Também serão propostas a quebra de sigilos bancário, fiscal, telefônico e telemático do fundador da gestora, João Carlos Mansur, e também sua convocação para prestar depoimento, além da solicitação ao Banco Central para enviar o processo administrativo completo que resultou na liquidação extrajudicial da instituição.

Em menos de 24 horas, Toffoli emitiu duas notas negando relações com Vorcaro, mas, em uma delas, admitiu ter sido sócio de uma empresa com os irmãos que deteve participações em um resort no interior do Paraná e que vendeu cotas a um fundo de investimentos do cunhado do banqueiro, preso na segunda fase da operação Compliance Zero por suspeita de participação em um suposto esquema de fraudes financeiras.

“[O ministro] jamais teve qualquer relação de amizade e muito menos amizade íntima com o investigado Daniel Vorcaro. Por fim, o Ministro esclarece que jamais recebeu qualquer valor de Daniel Vorcaro ou de seu cunhado Fabiano Zettel”, disse Toffoli em uma nota emitida por seu gabinete.

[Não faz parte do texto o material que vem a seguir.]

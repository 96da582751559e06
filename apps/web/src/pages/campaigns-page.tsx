// The campaigns the signed-in person belongs to (every campaign for an admin), with progress,
// a search box (?q=) and, for admins and leads, a form for a new campaign.
import { useEffect, useState, type FormEvent } from 'react';
import { Link, useNavigate, useSearchParams } from 'react-router';
import { useQuery, useQueryClient } from '@tanstack/react-query';
import { campaignCreateSchema, campaignListFilterLabels, campaignListFilters, type CampaignListFilter, type CampaignStatus } from '@resonote/contracts';
import { MyInvitations, useMyInvitations } from '../components/my-invitations.tsx';
import { emptyListNextStep } from './campaigns-empty.ts';
import { formatWhen } from '../lib/format-date.ts';
import { api, ApiError } from '../lib/api.ts';
import { useMe } from '../lib/session.ts';
import { useToast } from '../lib/toast.tsx';
import { issuesToErrors, type FieldErrors } from '../lib/forms.ts';
import { purposeLabel, roleLabel, simulatorLabel, testTypeLabel, type MyRole } from '../lib/campaign-data.ts';
import { Button, Field, Notice, Panel, Spinner } from '../components/ui.tsx';
import { Select } from '../components/form-controls.tsx';
import { CampaignStatusBadge, ProgressBar } from '../components/status.tsx';
import { DataTable } from '../components/data-table.tsx';
import { FormActions, FormFailure } from '../components/form-parts.tsx';

interface CampaignRow {
  id: string;
  name: string;
  structure: string;
  client: string;
  status: CampaignStatus;
  myRole: MyRole | null;
  updatedAt: string;
  leads: string[];
  progress: { planned: number; 'in-progress': number; done: number; flagged: number; skipped: number; total: number };
  archivedAt: string | null;
}

const listCampaigns = (q: string, status: CampaignListFilter) => {
  const params = new URLSearchParams({ status });
  if (q) params.set('q', q);
  return api<{ campaigns: CampaignRow[] }>(`/campaigns?${params}`);
};
const isFilter = (v: string | null): v is CampaignListFilter => v !== null && (campaignListFilters as readonly string[]).includes(v);

export function CampaignsPage() {
  const me = useMe();
  const [params, setParams] = useSearchParams();
  const q = params.get('q') ?? '';
  const rawStatus = params.get('status');
  const status: CampaignListFilter = isFilter(rawStatus) ? rawStatus : 'active';
  const [typed, setTyped] = useState(q);
  const [creating, setCreating] = useState(false);
  const setFilter = (next: { q?: string; status?: CampaignListFilter }) => {
    const nq = next.q ?? q;
    const ns = next.status ?? status;
    setParams({ ...(nq ? { q: nq } : {}), ...(ns !== 'active' ? { status: ns } : {}) }, { replace: true });
  };
  useEffect(() => {
    const t = setTimeout(() => {
      if (typed.trim() !== q) setFilter({ q: typed.trim() });
    }, 250);
    return () => clearTimeout(t);
  });

  const campaigns = useQuery({ queryKey: ['campaigns', q, status], queryFn: () => listCampaigns(q, status) });
  // Unfiltered list, to know whether the caller leads any campaign (and so may create one).
  const all = useQuery({ queryKey: ['campaigns', '', 'all'], queryFn: () => listCampaigns('', 'all') });
  const isAdmin = me.data?.user.role === 'admin';
  const canCreate = isAdmin || Boolean(all.data?.campaigns.some((c) => c.myRole === 'lead'));
  const invitations = useMyInvitations().data?.invitations ?? [];
  const nextStep = emptyListNextStep({ isAdmin, canCreate, email: me.data?.user.email, invitations });

  return (
    <div className="space-y-4">
      <div className="flex flex-wrap items-end justify-between gap-3">
        <div>
          <h1 className="text-2xl font-semibold">Campaigns</h1>
          <p className="text-sm text-[var(--muted)]">Test campaigns you take part in, with your role in each.</p>
        </div>
        <div className="flex flex-wrap items-end gap-2">
          <label className="flex flex-col gap-1 text-sm font-medium">
            <span className="sr-only">Search campaigns</span>
            <input
              type="search"
              value={typed}
              onChange={(e) => setTyped(e.target.value)}
              placeholder="Search by name, structure or client"
              aria-label="Search campaigns"
              className="min-h-10 w-72 max-w-full rounded-md border border-[var(--line)] bg-[var(--panel)] px-3 text-sm outline-none focus:border-accent focus:ring-2 focus:ring-accent/30"
            />
          </label>
          <label className="flex flex-col gap-1 text-sm font-medium">
            <span className="sr-only">Show campaigns</span>
            <select
              aria-label="Show campaigns"
              value={status}
              onChange={(e) => setFilter({ status: e.target.value as CampaignListFilter })}
              className="min-h-10 rounded-md border border-[var(--line)] bg-[var(--panel)] px-2 text-sm"
            >
              {campaignListFilters.map((f) => (
                <option key={f} value={f}>
                  {campaignListFilterLabels[f]}
                </option>
              ))}
            </select>
          </label>
          {canCreate && !creating && <Button onClick={() => setCreating(true)}>New campaign</Button>}
        </div>
      </div>
      <MyInvitations />
      {creating && <NewCampaignForm onClose={() => setCreating(false)} />}
      <Panel>
        {campaigns.isPending && <Spinner label="Loading campaigns…" />}
        {campaigns.isError && <Notice tone="error">The campaigns could not be loaded: {campaigns.error.message}</Notice>}
        {campaigns.data && campaigns.data.campaigns.length === 0 && (
          <div className="py-10 text-center" data-testid="campaigns-empty">
            {q || status !== 'active' ? (
              <>
                <p className="text-base font-medium">{q ? `No campaign matches “${q}”` : `No campaigns under “${campaignListFilterLabels[status]}”`}</p>
                <p className="mt-1 text-sm text-[var(--muted)]">
                  {q ? 'Search looks at the name, the structure and the client. ' : ''}
                  {status !== 'all' ? 'Choose “All” to see every campaign, archived ones too.' : ''}
                </p>
              </>
            ) : (
              <>
                <p className="text-base font-medium">{nextStep.title}</p>
                <p className="mx-auto mt-1 max-w-md text-sm text-[var(--muted)]" data-testid="next-step">
                  {nextStep.text}
                </p>
              </>
            )}
          </div>
        )}
        {campaigns.data && campaigns.data.campaigns.length > 0 && (
          <DataTable
            frame="-mx-4 overflow-x-auto px-4"
            table="w-full min-w-[640px] text-sm"
            head="text-left text-xs text-[var(--muted)] uppercase"
            columns={['Campaign', 'Client', 'Status', 'DOFs done', 'Leads', 'Your role']}
          >
                {campaigns.data.campaigns.map((c) => (
                  <tr key={c.id} className="border-t border-[var(--line)] align-top hover:bg-accent-soft/40">
                    <td className="py-2.5 pr-3">
                      <Link to={`/campaigns/${c.id}`} className="font-medium text-accent-strong hover:underline">
                        {c.name}
                      </Link>
                      <div className="text-xs text-[var(--muted)]">{c.structure || '—'}</div>
                    </td>
                    <td className="py-2.5 pr-3">{c.client || '—'}</td>
                    <td className="py-2.5 pr-3">
                      <CampaignStatusBadge status={c.status} />
                      {c.archivedAt && <span className="ml-1.5 rounded border border-[var(--line)] px-1.5 py-0.5 text-xs" title={`Archived on ${formatWhen(c.archivedAt, 'date')}: read-only`}>Archived</span>}
                    </td>
                    <td className="py-2.5 pr-3">
                      <ProgressBar done={c.progress.done} total={c.progress.total} />
                    </td>
                    <td className="py-2.5 pr-3">{c.leads.length ? c.leads.join(', ') : '—'}</td>
                    <td className="py-2.5">{c.myRole ? roleLabel[c.myRole] : '—'}</td>
                  </tr>
                ))}
          </DataTable>
        )}
      </Panel>
    </div>
  );
}

function NewCampaignForm({ onClose }: { onClose: () => void }) {
  const navigate = useNavigate();
  const client = useQueryClient();
  const toast = useToast();
  const [errors, setErrors] = useState<FieldErrors>({});
  const [failure, setFailure] = useState<string>();
  const [busy, setBusy] = useState(false);

  async function submit(event: FormEvent<HTMLFormElement>) {
    event.preventDefault();
    const f = new FormData(event.currentTarget);
    const parsed = campaignCreateSchema.safeParse({
      name: String(f.get('name') ?? ''),
      structure: String(f.get('structure') ?? ''),
      client: String(f.get('client') ?? ''),
      purpose: f.get('purpose'),
      testType: f.get('testType'),
      simulator: f.get('simulator'),
    });
    if (!parsed.success) return setErrors(issuesToErrors(parsed.error));
    setErrors({});
    setBusy(true);
    setFailure(undefined);
    try {
      const made = await api<{ campaign: { id: string; name: string } }>('/campaigns', { body: parsed.data });
      await client.invalidateQueries({ queryKey: ['campaigns'] });
      toast('ok', `Campaign “${made.campaign.name}” created. You are its lead.`);
      navigate(`/campaigns/${made.campaign.id}/plan`);
    } catch (err) {
      setFailure(err instanceof ApiError ? err.message : 'The campaign could not be created.');
    } finally {
      setBusy(false);
    }
  }

  return (
    <Panel title="New campaign">
      <form onSubmit={submit} noValidate className="grid gap-4 md:grid-cols-3">
        <FormFailure message={failure} span="md:col-span-3" />
        <Field id="new-name" name="name" label="Name" required error={errors.name} autoFocus />
        <Field id="new-structure" name="structure" label="Structure" placeholder="e.g. pump-skid baseplate" error={errors.structure} />
        <Field id="new-client" name="client" label="Client" error={errors.client} />
        <Select id="new-purpose" name="purpose" label="Purpose" options={Object.entries(purposeLabel)} />
        <Select id="new-test-type" name="testType" label="Test type" options={Object.entries(testTypeLabel)} />
        <Select id="new-simulator" name="simulator" label="Simulated rig model" options={Object.entries(simulatorLabel)} defaultValue="generic" hint="Structure model behind simulated hits." />
        <FormActions busy={busy} submit="Create campaign" busyLabel="Creating…" onCancel={onClose} cancelVariant="secondary" className="flex gap-2 md:col-span-3" />
      </form>
    </Panel>
  );
}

Toffoli admite ter sido sócio da Maridt Participações com os irmãos José Eugênio e José Carlos Dias Toffoli, que deteve cotas do resort de luxo Tayayá, na cidade de Ribeirão Claro (PR), e que seria permitido pela Lei Orgânica da Magistratura (Loman), desde que não exerça atos de gestão.

Ele ainda ressaltou na nota que “a Maridt é uma empresa familiar” constituída na forma de sociedade anônima de capital fechado e devidamente registrada na Junta Comercial e com prestação de declarações anuais à Receita Federal, sendo “sempre devidamente aprovadas”.

O ministro também pontuou que deixou de fazer parte da Maridt antes de ser sorteado para relatar o caso do STF, em novembro de 2025. “Ou seja, quando há muito a Maridt não fazia mais parte do grupo Tayaya Ribeirão Claro”, disse.

Toffoli vinha mantendo silêncio sobre as apurações de diversos veículos de imprensa em relação ao envolvimento dele com o resort no interior do Paraná — ele é apontado por funcionários como proprietário. Seus irmãos também chegaram a prestar informações dúbias sobre a participação no empreendimento, até que um deles, José Eugênio, confirmou a sociedade, mas sem citar o ministro.

A declaração contrastou com afirmações da própria esposa e cunhada de Toffoli, Cássia Pires Toffoli, que afirmou desconhecer qualquer ligação do marido com o resort. Por outro lado, o outro irmão do ministro, José Carlos, limitou-se a dizer um “até logo, passar bem” ao ser abordado pelo Estadão para explicar a sociedade.